The barefoot walk back to camp was anything but pleasant due to the presence of acacia thorns but we finally made it. We decided that running out of fuel as we did must have resulted from the extra weight of the nets we were carrying.
About this time I was invited to participate in a game catching operation at Mana by Harry Cantle who had taken over from Boyd Reese as Senior Warden at Marangora.  We were looking to catch young impala which involved to use of spotlights as the young animals were very effectively hidden  by their mothers and were very difficult to locate. We literally had to creep up on the hidden lambs and at the last minute jump in and snatch them.  A problem we had was that the rains were imminent so time was not on our side.  Added to this, the moon phase was not on our side  and the use of spotlights  was not possible as they were ineffective whilst the moon was shining.  We decided to try and get some sleep soon after dark and start the operation as soon as the moon set.  This worked well for us for several nights.

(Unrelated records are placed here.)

"""plyshear's benchmarks, measured in one run on this machine, printed as a table of ratios.

    python bench/run.py            # about two minutes on a 2-core machine
    python bench/run.py --quick    # fewer repeats and a 2 000-case sweep

(a) the linear solve of one bolt through 3 … 101 plies;
(b) sweep throughput for 10 000 cases, the batch path against a per-case loop;
(c) the same beam-on-springs model solved by the general FE library of the tests
    (PyNiteFEA, the builder of tests/verification/test_pynite_reference.py);
(d) ``solve()`` of a 101-ply joint against a bare scipy banded solve of its own
    matrix (the floor);
(e) a 20-bolt × 11-ply row to its capacity (every answer), with its parts;
(f) the start-up of ``plyshear --help`` and of ``plyshear solve`` on the demo;
(g) the capacity summaries of the examples; the demo fork's against its single solve;
(h) the hole-position scatter of the demo, a sample against the single solve;
(i) ``sweep --capacity full``, per case.

``--baseline DIR`` (an older checkout, e.g. ``git worktree add /tmp/old <commit>``)
also times (a), (d), (f), (g), (h) and (i) on that tree in subprocesses of this run,
and prints the speed-ups beside.

Timings are medians of repeated runs with single-threaded BLAS (small banded
solves lose to thread start-up when BLAS spreads them over cores). Run it from
the repository root in the environment of the test extra. Not a test: timings
vary between machines; the targets are the issue's and are printed beside.
"""

from __future__ import annotations

import os

os.environ.setdefault("OPENBLAS_NUM_THREADS", "1")
os.environ.setdefault("OMP_NUM_THREADS", "1")
os.environ.setdefault("MKL_NUM_THREADS", "1")

import argparse  # noqa: E402
import statistics  # noqa: E402
import subprocess  # noqa: E402
import sys  # noqa: E402
import time  # noqa: E402
from collections.abc import Callable  # noqa: E402
from pathlib import Path  # noqa: E402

Each night operation concluded as soon as dawn began to break and we would return to camp for a welcome cup of coffee and breakfast.  One morning, I was the first back in camp and was in the process of making a brew when I heard the distant sound of a vehicle and a lot of laughter.  In the quiet of the early dawn, noise travelled a long way.  Actually the laughter grew louder and continued until the party arrived back at camp, still laughing.
Apparently they had sent in one of the rangers ( who I will not name) to make the catch and as he was approaching the animal, Harry, who was holding the spotlight, happened to notice a movement to one side.  It turned  out to be a leopard that was stalking the same impala as the ranger!  Always up for a laugh, Harry decided to see what would happen so the crew with him were able to watch the event unfold.
As the ranger was about to pounce on the animal, the leopard had the same idea and according to the onlookers, the leopard won the race by a couple of feet and disappeared into the darkness complete with the unfortunate impala!  When they reached camp I could see that the ranger concerned was far from amused but it certainly got a laugh out of his colleagues.
On new years’ eve we were invited by Ranger Henry Pringle and his wife Jacqui to spend the evening with them at Marongora.  A braai was arranged and was attended by the Cantles’, Bobby and Tammy Thompson,  and Charlie Ross who was the Senior Tsetse Field Officer  stationed at Makuti, 10 miles away.  Despite being in the middle of the rains it was a clear dry evening so we sat outside and listened to the multitude of night sounds that emanated from the surrounding hills.
When midnight approached, Charlie, who was a true Scotsman, surprisingly produced a set of bagpipes and offered to play Auld Lang Syne to welcome in the new year.  We decided to form a chain like a Conga dance and with Charlie in the lead, proceeded up and down the tracks in the camp.  It was a very unique way to bring in the new year but Harrys dogs did not entirely agree.  As soon as Charlie pumped up the pipes and started to play, the dogs let out almighty yells which disturbed the baboons in the nearby hills which in turn provoked a reaction from the odd leopard or two.
The cacophony that resulted is very hard to describe but we had to admit, it was one new years’ eve we would never forget.